Off-the-shelf couplings are used to piece everything together, with the twin-reservoir design also acting as a useful shoulder mount. Charging the cannon is done via a Schrader valve, as you might find on a bike’s inner tube, and firing is achieved via a ball valve.

Of course, if you build such an air cannon yourself, just be careful with your aim. Video after the break.

33 thoughts on “Building A Simple Compressed Air Cannon Is Easy

  1. I guess generically, it is an “air cannon”. But more commonly referred as a Potato or Spud Gun! Lots of videos on this topic showing the fun and also trouble that can happen for those that like a bit of mischief. Why not suggest Schedule 80 pipe due to thicker walls? Good call on the air sprinkler valve… quickly releasing the air is a key design requirement. Have fun and stay safe!
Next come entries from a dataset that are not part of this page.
func (t *tuneDocument) matterSection() (Section, error) {
	s := Section{Heading: "Which settings matter"}
	if len(t.sensitivity.Rows) == 0 {
		s.Blocks = []Block{Paragraph{Plain("There is no best whose surroundings could tell.")}}
		return s, nil
	}
	p, f := t.matterFigure(newStyle(200))
	if p != nil {
		b, err := t.picture(p, f)
		if err != nil {
			return s, err
		}
		s.Blocks = append(s.Blocks, b)
	} else {
		s.Blocks = append(s.Blocks, Paragraph{Plain("The budget was spent before any setting was varied alone: nothing is known of which settings matter.")})
	}
	x := settingTable(t.sensitivity, "What one setting does to the score, all others at the best", nil, "rank", "range of score", "one step down", "one step up", "at bound")
	x.Columns = append(x.Columns[:len(x.Columns)-1], Column{Head: "Best at bound", Words: true})
	for i := range x.Rows {
		x.Rows[i][2] = t.sensitivity.Name(i, "rank")
	}
	x.Note = Plain("Range: the highest score less the lowest of all values of the setting that were evaluated. One step down or up: the change of the score with one step of the grid; a dash: out of bounds, or not evaluated.")
	s.Blocks = append(s.Blocks, x)
	return s, nil
}

// shownFront is how many undominated candidates are listed.
const shownFront = 15

func (t *tuneDocument) tradeSection() (Section, error) {
	s := Section{Heading: "What one aim costs in another"}
	n := len(t.front.Rows)
	switch {
	case n == 0:
		s.Blocks = []Block{Paragraph{Plain("No candidate keeps all limits, so none is undominated.")}}
		return s, nil
	case t.aims == 1:
		s.Blocks = []Block{Paragraph{Plain("There is one aim, " + t.weights.Cell(0, "quantity") + ", so there is nothing to be traded for it.")}}
		return s, nil
	}
	s.Blocks = append(s.Blocks, Paragraph{Say("Undominated are {} of the candidates that keep all limits: no other is as good in every aim and better in one. Which of them to take is a matter of the weights.", t.inSearch("undominated candidates"))})
	p, f := t.tradeFigure(newStyle(200))
	b, err := t.picture(p, f)
	if err != nil {
		return s, err
	}
	s.Blocks = append(s.Blocks, b)
	var rows []int
	for i := range n {
		if i < shownFront || t.front.Cell(i, "note") != "" {
			rows = append(rows, i)
		}
	}
	caption := "Undominated candidates, the lowest score first"
	if len(rows) < n {
		caption = fmt.Sprintf("Undominated candidates: %d of %d, the lowest score first", len(rows), n)
	}
	var columns []string
	columns = append(columns, t.front.Header[0])
	score := slices.Index(t.front.Header, "score")
	columns = append(columns, t.front.Header[score:]...)
	aims := t.front.Table(caption, columns, rows, "note")
	aims.Note = Plain("Their settings stand in undominated.csv, all that was evaluated in candidates.csv.")
	if score <= 7 {
		settings := t.front.Table("Settings of these candidates", append([]string{"candidate"}, append(slices.Clone(t.front.Header[1:score]), "note")...), rows, "note")
		for k, i := range rows {
			for c := 1; c < score; c++ { // settings as they are entered
				settings.Rows[k][c] = t.front.Name(i, t.front.Header[c])
			}
		}
		aims.Note = Plain("All that was evaluated: candidates.csv.")
		s.Blocks = append(s.Blocks, aims, settings)
	} else {
		s.Blocks = append(s.Blocks, aims)
	}
	stake := t.weights.Table("What the aims decide about", []string{"quantity", "range of its part of the score", "range among the undominated"}, nil)
	stake.Note = Plain("The range of weight times quantity over all candidates that keep the limits, and over the undominated of them.")
	s.Blocks = append(s.Blocks, stake)
	return s, nil
}

func (t *tuneDocument) sheetSection() Section {
	s := Section{Heading: "Settings sheet"}
	if t.sheet == nil {
		s.Blocks = []Block{Paragraph{Plain("The best is not better than the base, so there is nothing to enter and no case was written.")}}
		return s
	}
	s.Blocks = append(s.Blocks, Paragraph{Plain("The best is written as case " + t.said("case") + " (its tables stand in the folder case too). Lines marked CHANGE differ from the present sheet; the others are to be found as they stand. File: sheet.csv.")})
	var devices []string
	for _, r := range t.sheet.Rows {
		if !slices.Contains(devices, r[0]) {
			devices = append(devices, r[0])
		}
	}
	for _, d := range devices {
		s.Blocks = append(s.Blocks, deviceSheet(t.sheet, d))
	}
	return s
}

func (t *tuneDocument) cautionSection() Section {
	var items []Text
	for i := range t.cautions.Rows {
		items = append(items, Plain(t.cautions.Cell(i, "caution")))
	}
	return Section{Heading: "Cautions", Blocks: []Block{Caution{Title: "Of this search", Items: items}}}
}

// sourceSection names the inputs and the files by hash. A search keeps no results
// folders of its candidates.
func (t *tuneDocument) sourceSection() Section {
	s := Section{Heading: "Inputs and files by hash"}
	s.Blocks = append(s.Blocks, Paragraph{Plain("Version " + t.record.Version + " of yearflow made the tables; the same inputs, seed, budget and version give the same bytes.")})
	inputs, tables := map[string]string{}, map[string]string{}
	for _, c := range t.record.Cases {
		for f, h := range c.Inputs {
			inputs[f] = h
		}
	}
	for f, h := range t.record.Files {
		if strings.HasSuffix(f, ".csv") || strings.HasPrefix(f, "case/") {
			tables[f] = h
		}
	}
	s.Blocks = append(s.Blocks, hashes("Inputs, in the study's folder", inputs), hashes("Tables of this document, and the case", tables))
	return s
}
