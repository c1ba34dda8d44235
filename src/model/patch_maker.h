// SPDX-License-Identifier: GPL-2.0-or-later
#pragma once

#include <memory>
#include <optional>
#include <vector>

#include "model/detailed_sky.h"
#include "model/plane_draw.h"
#include "model/study_spec.h"
#include "sphere/patch_frame.h"

namespace foreglow {

/// The a_lm of a template, from which its values at any direction come; shared by all patches.
struct TemplateAlms {
    Alm intensity;
    AlmEB polarization;
    std::vector<double> filled;  ///< [npix], 1 where the template was undefined; empty where nowhere
    int lmax = 0;
};

/// Analyses the template up to 2.5 nside.
[[nodiscard]] TemplateAlms analyse_template(const DetailedSky& sky, bool polarized);

/// What the law of a patch's pixels is made of; [n][n], margin included.
struct PatchSky {
    SkyStrip values;              ///< Q and U against the plane's axes; everywhere defined
    std::vector<bool> undefined;  ///< where the template has no value; empty where nowhere
};

/// Makes the skies of one patch: the large scales from the sphere, at the pixels' own directions, the small
/// ones from the plane.
///
/// The sphere's draw ends at the detail's lmax L; the plane begins at the wave number L + 1/2 with the sky's
/// C_l less what the template still holds there. Amplitudes, the form and the modulation are those of the
/// full sky; indices and modulation are interpolated between the full sky's pixels.
class PatchMaker {
  public:
    /// @param frame   of the study
    /// @param margin  pixels added on each side
    PatchMaker(const DetailedSky& sky, std::shared_ptr<const TemplateAlms> alms, const PatchSpec& patch,
               Frame frame, int margin, bool polarized);

    /// @param whole  the same realization's full sky (DetailedSky::realize), for its indices
    [[nodiscard]] PatchSky make(int realization, const SkyModel& whole) const;
    /// Returns psi of PatchFrame::turns for the study's frame: (Q + iU) of the pixels' own meridians = (Q +
    /// iU) e^{2 i psi}.
    [[nodiscard]] const std::vector<double>& turns() const { return turns_; }
    [[nodiscard]] const PatchFrame& frame() const { return frame_; }
    /// Returns the last l that comes from the sphere's draw; 0 without [detail].
    [[nodiscard]] int seam() const { return seam_; }

  private:
    void prepare_detail();
    void add_intensity(int realization, std::vector<double>& intensity) const;
    void add_polarization(int realization, StokesValues& stokes) const;
    [[nodiscard]] std::vector<double> interpolate_float(std::span<const float> map) const;
    [[nodiscard]] std::vector<double> interpolate_double(std::span<const double> map) const;
    void turn(StokesValues& stokes, std::span<const double> angles, double sign) const;

    const DetailedSky& sky_;
    std::shared_ptr<const TemplateAlms> alms_;
    PatchFrame frame_;
    std::string name_;
    bool polarized_;
    std::vector<Vector3> directions_;  // in the sky's frame
    std::vector<double> turns_, sky_turns_;
    std::vector<double> template_;  // intensity
    StokesValues template_stokes_;  // against the plane's axes
    int seam_ = 0;
    PlaneDraw plane_;
    DetailSpectra plane_spectra_;  // tt in the units of the Gaussian that is drawn
    double plane_half_variance_ = 0;
    std::vector<double> weights_, steepness_, polarized_weights_;
};

}  // namespace foreglow
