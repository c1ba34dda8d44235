// SPDX-License-Identifier: GPL-2.0-or-later
#include "model/electrons_section.h"

#include "base/error.h"
#include "model/electron_request.h"
#include "model/model_sections.h"
#include "model/typed_keys.h"

namespace foreglow {
namespace {

std::optional<double> read_quantity(TomlReader& reader, const std::string& key, const std::string& example,
                                    double (*parse)(std::string_view)) {
    const auto text = reader.text(key, key + " = \"" + example + "\"");
    if (!text) return std::nullopt;
    try {
        return parse(*text);
    } catch (const InputError& error) {
        reader.fail(key, error.what());
    }
}

}  // namespace

ElectronsSpec read_electrons(TomlReader reader, const std::filesystem::path& folder) {
    ElectronsSpec electrons;
    ElectronRequest request;
    request.field_uG = read_quantity(reader, "field", "5 uG", parse_field_ug);
    electrons.field_map = read_named_map(reader, "field_map", "electrons", folder);
    request.geometry = read_choice<FieldGeometry>(
        reader, "geometry", {{"ordered", FieldGeometry::Ordered}, {"tangled", FieldGeometry::Tangled}});
    request.break_GeV = read_quantity(reader, "break_energy", "10 GeV", parse_energy_gev);
    electrons.break_energy_map = read_named_map(reader, "break_energy_map", "electrons", folder);
    request.break_step = read_number(reader, "break_step", 0, 5, "break_step = 1.0");
    request.cutoff_GeV = read_quantity(reader, "cutoff_energy", "2 TeV", parse_energy_gev);
    electrons.cutoff_energy_map = read_named_map(reader, "cutoff_energy_map", "electrons", folder);
    const auto read_shape = [&](const char* key) {
        return read_choice<CutoffShape>(
            reader, key, {{"exponential", CutoffShape::Exponential}, {"sharp", CutoffShape::Sharp}});
    };
    request.cutoff = read_shape("cutoff");
    request.edge = read_shape("edge");
    request.aging = read_choice<AgingWord>(reader, "aging",
                                           {{"none", AgingWord::None},
                                            {"continuous", AgingWord::Continuous},
                                            {"isotropized", AgingWord::Isotropized},
                                            {"fixed-pitch", AgingWord::FixedPitch}});
    request.age_Myr = read_quantity(reader, "age", "50 Myr", parse_time_myr);
    request.redshift = read_number(reader, "redshift", 0, 20, "redshift = 0.0");
    reader.check_no_other_keys();
    request.has_field_map = electrons.field_map.has_value();
    request.has_break_map = electrons.break_energy_map.has_value();
    request.has_cutoff_map = electrons.cutoff_energy_map.has_value();
    electrons.law = make_electron_law(request, [&reader](const std::string& key, const std::string& message) {
        reader.fail(key, message);
    });
    return electrons;
}

}  // namespace foreglow
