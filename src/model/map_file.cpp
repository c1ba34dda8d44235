// SPDX-License-Identifier: GPL-2.0-or-later
#include "model/map_file.h"

#include <algorithm>
#include <array>

#include "base/error.h"
#include "io/fits_map_read.h"

namespace foreglow {

Coverage read_study_coverage(const StudySpec& study) {
    FOREGLOW_EXPECTS(study.coverage.has_value());
    FitsMapRequest request;
    request.path = *study.coverage;
    request.place = study.coverage_place;
    const CoverageMap map = read_coverage(request);
    const std::string start = study.coverage_place + ": the coverage " + study.coverage->filename().string();
    if (map.grid.nside() != study.nside)
        throw InputError(start + " has nside " + std::to_string(map.grid.nside()) + " but the study has " +
                         std::to_string(study.nside) + ": give a coverage on the study's grid");
    if (map.frame && *map.frame != study.frame)
        throw InputError(start + " is in " + to_text(*map.frame) + " but the study in " +
                         to_text(study.frame) + ": give a coverage in the study's frame");
    if (map.pixels.empty()) throw InputError(start + " wants no pixel: give one that is nonzero somewhere");
    Coverage coverage;
    coverage.ring_pixels = map.pixels;
    coverage.file_pixels = map.pixels;
    coverage.says_its_frame = map.frame.has_value();
    if (study.ordering == Ordering::Nested) {
        const HealpixGrid grid(study.nside);
        for (std::int64_t& pixel : coverage.file_pixels)
            pixel = grid.ring_to_nested(pixel);
        std::sort(coverage.file_pixels.begin(), coverage.file_pixels.end());
    }
    return coverage;
}

FitsMapLayout make_study_layout(const StudySpec& study, const Coverage* coverage,
                                std::vector<FitsMapColumnName> columns, bool polarized) {
    FitsMapLayout layout;
    layout.nside = study.nside;
    layout.ordering = study.ordering;
    layout.frame = study.frame;
    if (polarized) layout.convention = study.convention;
    layout.columns = std::move(columns);
    layout.float64 = study.precision == MapPrecision::Float64;
    if (coverage != nullptr) layout.pixels = coverage->file_pixels;
    return layout;
}

MapFile::MapFile(const std::filesystem::path& path, const FitsMapLayout& layout, bool polarized)
    : grid_(layout.nside),
      ordering_(layout.ordering),
      negate_u_(polarized && layout.convention == PolarizationConvention::Iau),
      writer_(path, layout) {}

void MapFile::write(std::int64_t first, std::span<const std::span<double>> columns) {
    if (negate_u_)
        for (double& value : columns[2])
            value = -value;
    std::array<std::span<const double>, 3> parts;
    for (std::size_t c = 0; c < columns.size(); ++c)
        parts[c] = columns[c];
    const FitsMapWriter::Columns view(parts.data(), columns.size());
    if (ordering_ == Ordering::Ring) {
        writer_.write_pixels(first, view);
        return;
    }
    std::vector<std::int64_t> nested(columns[0].size());
    for (std::size_t i = 0; i < nested.size(); ++i)
        nested[i] = grid_.ring_to_nested(first + static_cast<std::int64_t>(i));
    writer_.write_pixels_scattered(nested, view);
}

}  // namespace foreglow
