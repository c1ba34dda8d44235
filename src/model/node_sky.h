// SPDX-License-Identifier: GPL-2.0-or-later
#pragma once

#include <cstddef>
#include <functional>
#include <span>
#include <vector>

#include "base/quantity.h"
#include "model/spectral_basis.h"
#include "physics/response.h"

namespace foreglow {

/// Interpolates spectra between a few node frequencies: a polynomial in ln nu of the ratio to a common
/// spectrum, by the barycentric formula (Berrut & Trefethen 2004).
struct NodeInterpolation {
    std::vector<double> log_hz;                  ///< [K], ascending
    std::vector<double> log_common;              ///< ln of the common spectrum at the nodes, [K]
    std::function<double(double)> log_spectrum;  ///< of ln nu

    /// Makes nodes with the common spectrum's values at them.
    NodeInterpolation(std::vector<double> log_hz, std::function<double(double)> log_spectrum);

    /// Returns the weights of the nodes' values for a band.
    [[nodiscard]] std::vector<double> weights(const BandSum& band) const;
};

/// Returns K Chebyshev points in [low, high], ascending.
[[nodiscard]] std::vector<double> make_chebyshev_points(double low, double high, int count);

/// A sky that is no amplitude times a law but maps at node frequencies, made by an integrator.
///
/// Intensity in a band is a weighted sum of its nodes' maps. So are Q and U, unless they turn too much over
/// the bands: then each channel's own average was made where the integrator was.
struct NodeSky {
    NodeInterpolation nodes;
    std::vector<std::vector<double>> i;     ///< K_RJ, [K][npix]
    std::vector<std::vector<double>> q, u;  ///< K_RJ, COSMO, [K][npix]; empty where made band by band
    std::vector<BandSum> bands;             ///< [channels], where Q and U were made band by band ...
    std::vector<std::vector<double>> band_q, band_u;  ///< ... in their units, [channels][npix]

    /// Spectra of some pixels at so many nodes that they stand for the exact ones.
    struct Sample {
        NodeInterpolation nodes;
        Matrix i, q, u;  ///< [pixels][nodes]
    };
    Sample sample;
    double sampling_error = 0;  ///< largest relative error of the line-of-sight integral
};

/// Makes the bases of a node sky: components are the nodes, or the channels where Q and U are theirs.
[[nodiscard]] SpectralBasis make_node_basis(const NodeSky& sky, std::span<const BandSum> channels);
[[nodiscard]] SpectralBasis make_polarized_node_basis(const NodeSky& sky, std::span<const BandSum> channels);

/// Returns the place of a component, made by the functions above, among the sky's maps.
[[nodiscard]] std::size_t place_of_component(const NodeSky& sky, const BandSum& component, bool polarized);

/// The error that interpolation between nodes leaves of each channel, from the sampled pixels.
struct NodeErrors {
    std::vector<double> rms;    ///< over the pixels, the larger of I and (Q, U), relative to the rms
    std::vector<double> worst;  ///< of a pixel: of I, and of (Q, U) over the larger of P and its rms
};
[[nodiscard]] NodeErrors measure_node_errors(const NodeSky& sky, std::span<const BandSum> channels,
                                             bool polarized);

}  // namespace foreglow
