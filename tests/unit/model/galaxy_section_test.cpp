// SPDX-License-Identifier: GPL-2.0-or-later
#include "model/galaxy_section.h"

#include <gtest/gtest.h>

#include <string>

#include "base/error.h"
#include "base/text.h"
#include "model/bundled_models.h"
#include "model/model_file.h"
#include "support/messages.h"

namespace foreglow {
namespace {

using testing::has;

const std::string head = "reference_frequency = \"408 MHz\"\n[galaxy]\n";

GalaxySpec read(const std::string& text) {
    return *make_model(head + text, "m.toml", "m").galaxy;
}

std::string message_of(const std::string& text) {
    try {
        (void)read(text);
    } catch (const InputError& error) {
        return error.what();
    }
    return "";
}

TEST(GalaxySection, BundledModelWritesOutEveryDefault) {
    const ModelSpec bundled = read_bundled_model("disc-and-loops");
    ASSERT_TRUE(bundled.galaxy.has_value());
    EXPECT_EQ(describe_exactly(*bundled.galaxy), describe_exactly(GalaxySpec()));
    for (const GalaxyKey& key : galaxy_keys())
        EXPECT_TRUE(has(bundled.source, std::string("\n") + key.name + " = ")) << key.name;
}

TEST(GalaxySection, LeftOutKeysKeepTheirValues) {
    EXPECT_EQ(describe_exactly(read("")), describe_exactly(GalaxySpec()));
}

TEST(GalaxySection, EveryKeyChangesItsOwnNumber) {
    for (const GalaxyKey& key : galaxy_keys()) {
        const std::string unit = key.unit;
        const double before = GalaxySpec().*key.member;
        const double value = before == 0 ? 0.01 : 1.01 * before;
        std::string text;
        if (*key.section != '\0') text.append("[galaxy.").append(key.section).append("]\n");
        text.append(key.name).append(" = ");
        if (unit.empty())
            text.append(format_exact(value));
        else
            text.append("\"").append(format_exact(value)).append(" ").append(unit).append("\"");
        text.append("\n");
        const GalaxySpec galaxy = read(text);
        EXPECT_EQ(galaxy.*key.member, value) << key.name;
        GalaxySpec expected;
        expected.*key.member = galaxy.*key.member;
        EXPECT_EQ(describe_exactly(galaxy), describe_exactly(expected)) << key.name;
    }
}

TEST(GalaxySection, TakesOtherUnitsAndSwitches) {
    const GalaxySpec galaxy = read(
        "loops = false\nturbulence = false\nseed = 7\nsun_radius = \"8000 "
        "pc\"\n[galaxy.electrons]\nbreak_energy = "
        "\"2500 MeV\"\n[galaxy.field]\narm_phase = \"0.5 rad\"\nhalo_field = \"2600 nG\"\n");
    EXPECT_FALSE(galaxy.loops || galaxy.turbulence);
    EXPECT_TRUE(galaxy.disc);
    EXPECT_EQ(galaxy.seed, 7U);
    EXPECT_EQ(galaxy.sun_radius, 8);
    EXPECT_EQ(galaxy.break_energy, 2.5);
    EXPECT_EQ(galaxy.arm_phase, GalaxySpec().arm_phase);
    EXPECT_NEAR(galaxy.halo_field, 2.6, 1e-15);
}

TEST(GalaxySection, GivenLoopsReplaceTheFour) {
    const GalaxySpec galaxy = read(
        "[[galaxy.loop]]\nlongitude = \"30 deg\"\nlatitude = \"-10 deg\"\ndiameter = \"40 deg\"\ndistance = "
        "\"200 "
        "pc\"\nbrightness = \"3 K_RJ\"\nfield = \"5 uG\"\n");
    ASSERT_EQ(galaxy.shells.size(), 1U);
    EXPECT_EQ(galaxy.shells[0].distance, 0.2);
    EXPECT_EQ(galaxy.shells[0].field, 5);
    EXPECT_TRUE(has(message_of("[[galaxy.loop]]\nlongitude = \"30 deg\"\n"), "'latitude'"));
}

TEST(GalaxySection, RefusesWhatIsWrongWithThePlaceAndAnExample) {
    const std::string unit = message_of("[galaxy.field]\nrandom_field = 5.0\n");
    EXPECT_TRUE(has(unit, "m.toml:4") && has(unit, "random_field")) << unit;
    const std::string missing = message_of("[galaxy.field]\nrandom_field = \"5\"\n");
    EXPECT_TRUE(has(missing, "has no unit") && has(missing, "\"6.2 uG\"")) << missing;
    EXPECT_TRUE(has(message_of("[galaxy.field]\nrandom_field = \"5 kpc\"\n"), "'kpc'"));
    EXPECT_TRUE(
        has(message_of("[galaxy.field]\nrandom_field = \"strong uG\"\n"), "does not begin with a number"));
    EXPECT_TRUE(has(message_of("sun_radius = \"0 kpc\"\n"), "must lie between"));
    EXPECT_TRUE(has(message_of("[galaxy.field]\nrandom_feild = \"5 uG\"\n"), "random_field"));
    EXPECT_TRUE(has(message_of("[galaxy.fields]\n"), "fields"));
    EXPECT_TRUE(has(message_of("disc = false\nloops = false\n"), "no sky"));
    EXPECT_TRUE(has(message_of("sun_radius = \"30 kpc\"\n"), "radius_limit"));
    EXPECT_TRUE(has(message_of("[index]\nvalue = -3\n"), "contradicts [galaxy]"));
    EXPECT_TRUE(has(message_of("[sketch]\n"), "contradicts [sketch]"));
}

}  // namespace
}  // namespace foreglow
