// SPDX-License-Identifier: GPL-2.0-or-later
#include "model/galaxy_integral.h"

#include <gtest/gtest.h>

#include <algorithm>
#include <cmath>

#include "base/constants.h"
#include "io/csv_table.h"

namespace foreglow {
namespace {

constexpr double degree = constants::pi / 180;

Vector3 direction_of(double lon_deg, double lat_deg) {
    const double l = lon_deg * degree;
    const double b = lat_deg * degree;
    return {std::cos(b) * std::cos(l), std::cos(b) * std::sin(l), std::sin(b)};
}

std::vector<Frequency> megahertz(std::initializer_list<double> values) {
    std::vector<Frequency> frequencies;
    for (const double value : values)
        frequencies.push_back(Frequency::from_hz(value * 1e6));
    return frequencies;
}

double polarized(const GalaxySightline& line, std::size_t k) {
    return std::hypot(line.q[k], line.u[k]);
}

// From outside: the same formulas in numpy and scipy, tests/oracle/galaxy_sightlines.py.
TEST(GalaxyIntegral, AgreesWithAnIndependentIntegral) {
    const CsvTable table =
        read_csv_table(std::string(FOREGLOW_TESTS_DIR) + "/oracle/galaxy_sightlines.csv", "reference", "lon");
    ASSERT_EQ(table.rows.size(), 60U);
    const GalaxySpec galaxy;
    const auto frequencies = megahertz({45, 408, 1420, 23000, 353000});
    const GalaxyIntegral integral(galaxy, GalaxyTable(galaxy), frequencies);
    for (std::size_t first = 0; first < table.rows.size(); first += 5) {
        const auto& place = table.rows[first];
        const GalaxySightline line = integral.sightline(direction_of(place[0], place[1]), 3000, true);
        for (std::size_t k = 0; k < 5; ++k) {
            const auto& row = table.rows[first + k];
            // Both tables are good to 1e-7; the phases at 45 MHz hold thousands of radians, but nothing is
            // left.
            EXPECT_NEAR(line.i[k] / row[3], 1, 1e-6) << row[0] << " " << row[1] << " " << row[2];
            EXPECT_NEAR(line.q[k], row[4], 1e-6 * row[3]) << row[0] << " " << row[1] << " " << row[2];
            EXPECT_NEAR(line.u[k], row[5], 1e-6 * row[3]) << row[0] << " " << row[1] << " " << row[2];
        }
        EXPECT_NEAR(line.depth, place[6], 1e-6 * std::abs(place[6]) + 1e-5);
        EXPECT_NEAR(std::sqrt(line.dispersion) / place[7], 1, 1e-7);
    }
}

TEST(GalaxyIntegral, UsualStepsAreGoodToAThousandth) {
    const GalaxySpec galaxy;
    const auto frequencies = megahertz({45, 408, 23000});
    const GalaxyIntegral integral(galaxy, GalaxyTable(galaxy), frequencies);
    for (double l = 1; l < 360; l += 13)
        for (const double b : {0.3, -1.7, 4.0, 9.0, -33.0, 77.0}) {
            const std::size_t steps = std::abs(b) < 5 ? 128 : 48;
            const auto coarse = integral.sightline(direction_of(l, b), steps, true);
            const auto fine = integral.sightline(direction_of(l, b), 2000, true);
            for (std::size_t k = 0; k < 3; ++k)
                EXPECT_NEAR(coarse.i[k] / fine.i[k], 1, 1e-3) << l << " " << b;  // the accuracy documented
            EXPECT_NEAR(coarse.q[2], fine.q[2], 1e-3 * fine.i[2]) << l << " " << b;
            EXPECT_NEAR(coarse.u[2], fine.u[2], 1e-3 * fine.i[2]) << l << " " << b;
        }
}

// Emission scales as nu^-2 Phi(nu/B) B: twice the field at twice the frequency gives half the brightness.
TEST(GalaxyIntegral, IsHomogeneousInFrequencyAndField) {
    const GalaxySpec galaxy;
    GalaxySpec stronger = galaxy;
    stronger.disc_field *= 2;
    stronger.halo_field *= 2;
    stronger.vertical_field *= 2;
    stronger.random_field *= 2;
    const GalaxyIntegral one(galaxy, GalaxyTable(galaxy), megahertz({408}));
    const GalaxyIntegral two(stronger, GalaxyTable(stronger), megahertz({816}));
    for (const double b : {0.5, 20.0, -70.0}) {
        const Vector3 n = direction_of(75, b);
        EXPECT_NEAR(two.sightline(n, 200, false).i[0] / one.sightline(n, 200, false).i[0], 0.5,
                    1e-6);  // the tables' 1e-7 at other places between their points
    }
}

TEST(GalaxyIntegral, GivesTheSameIntensityWithAndWithoutPolarizationAndBesideOthers) {
    const GalaxySpec galaxy;
    const GalaxyTable table(galaxy);
    const GalaxyIntegral alone(galaxy, table, megahertz({1420}));
    const GalaxyIntegral beside(galaxy, table, megahertz({22, 30, 45, 70, 100, 150, 300, 408, 800, 1420}));
    const Vector3 n = direction_of(200, -3);
    const GalaxySightline with = alone.sightline(n, 128, true);
    EXPECT_EQ(with.i[0], alone.sightline(n, 128, false).i[0]);
    EXPECT_EQ(with.i[0], beside.sightline(n, 128, true).i[9]);
    EXPECT_EQ(with.q[0], beside.sightline(n, 128, true).q[9]);
    EXPECT_TRUE(alone.sightline(n, 128, false).q.empty());
}

// A clockwise local field towards l = 80 and a reversal inside the Sun's circle turn the sign of the rotation
// measure from quadrant to quadrant (as measured ones do; common practice).
TEST(GalaxyIntegral, RotationMeasureChangesSignByQuadrant) {
    const GalaxySpec galaxy;
    const GalaxyIntegral integral(galaxy, GalaxyTable(galaxy), megahertz({1420}));
    const auto depth = [&](double l, double b) {
        return integral.sightline(direction_of(l, b), 200, false).depth;
    };
    EXPECT_LT(depth(85, 0.5), 0);                  // the local field points away
    EXPECT_GT(depth(250, 0.5), 0);                 // and comes towards us
    EXPECT_LT(depth(40, 30) * depth(320, 30), 0);  // the halo's field is odd in height ...
    EXPECT_LT(depth(40, 30) * depth(40, -30), 0);  // ... which makes a butterfly
    EXPECT_LT(depth(320, 30) * depth(320, -30), 0);
}

TEST(GalaxyIntegral, PlaneIsDepolarizedAt1420MHz) {
    const GalaxySpec galaxy;
    const GalaxyIntegral integral(galaxy, GalaxyTable(galaxy), megahertz({1420, 23000}));
    std::vector<double> low, high;
    for (double l = 2.5; l < 360; l += 5) {
        const GalaxySightline line = integral.sightline(direction_of(l, 0.5), 128, true);
        low.push_back(polarized(line, 0) / line.i[0]);
        high.push_back(polarized(line, 1) / line.i[1]);
    }
    std::nth_element(low.begin(), low.begin() + 36, low.end());
    std::nth_element(high.begin(), high.begin() + 36, high.end());
    EXPECT_LT(low[36], 0.02);
    EXPECT_GT(high[36], 0.03);
}

TEST(GalaxyIntegral, WithoutGasNothingIsTurned) {
    GalaxySpec galaxy;
    galaxy.thin_density = galaxy.thick_density = 0;
    const GalaxyIntegral integral(galaxy, GalaxyTable(galaxy), megahertz({100, 23000}));
    const GalaxySightline line = integral.sightline(direction_of(130, 5), 128, true);
    EXPECT_EQ(line.depth, 0);
    EXPECT_EQ(line.dispersion, 0);
    // The angle is the field's; it differs a little between frequencies, since their light comes from other
    // places.
    const double low = std::atan2(line.u[0], line.q[0]);
    const double high = std::atan2(line.u[1], line.q[1]);
    EXPECT_NEAR(std::remainder(low - high, 2 * constants::pi), 0, 0.2);
}

}  // namespace
}  // namespace foreglow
    1. In the US air rifles are essentially unregulated in that there are no license requirements to own or use one (hunting rules are different and highly variable). Some cities have specific ordinances though about BB guns, sling shots etc. You do have to be 18 to buy one though.
      As to the muzzle energy- this is fun. No apologies for mixed units.
      Assuming a 2″ diameter barrel that is a 1″ radius which is, rounding, 2.5 cm. Area of that would be pi*2.5^2 ~~20cm^2. Assuming same height of the projectile as the diameter, that gives a volume of about 100cm^3, or 100 mL. If you guesss that a potato is 75% water, that would be a ~75 g projectile.
      Using the SWAG method to determine muzzle velocity:
      ~950-1000 fps is speed of sound and no way is this thing firing supersonic.
      A cruddy BB gun fires a tiny projectile at ~700 fps (~6 ft-lb energy)
      A wristrocket slingshot about 150-200fps (realllly roughly 10 ft-lb energy depending on ammo type).
      So let’s say 400 fps for our potato hunk. Astonishingly, that works out to 400 FPE! That is quite a bit! About as much as a 9mm pistol round.
      Of course energy is exponential to velocity so at
      200 fps –> 100 FPE
      300 fps –> 230 FPE
      450 fps –> 520 FPE

        1. THANKS! We’re like bilinguals. Although I personally hate the STUPID imperial system, in the US we use both metric and imperial although the general public uses the latter nearly 100%. For those in technical fields, metric is used. Unfortunately, sometimes there is confusion:

          Mars Climate Orbiter

          https://en.wikipedia.org/wiki/Mars_Climate_Orbiter

          The spacecraft encountered Mars on a trajectory that brought it too close to the planet, and it was either destroyed in the atmosphere or escaped the planet’s vicinity and entered an orbit around the Sun. An investigation attributed the failure to a measurement mismatch between two software systems: SI units (metric) by NASA and US customary units by spacecraft builder Lockheed Martin.

          OOPS!

      1. Something else that has around that amount of energy is a man jogging. (roughly 200lb, 8mph). Jogging into someone, apart from the nonzero possibility of knocking them over into a pit of snakes, is a lot less of a problem than shooting them.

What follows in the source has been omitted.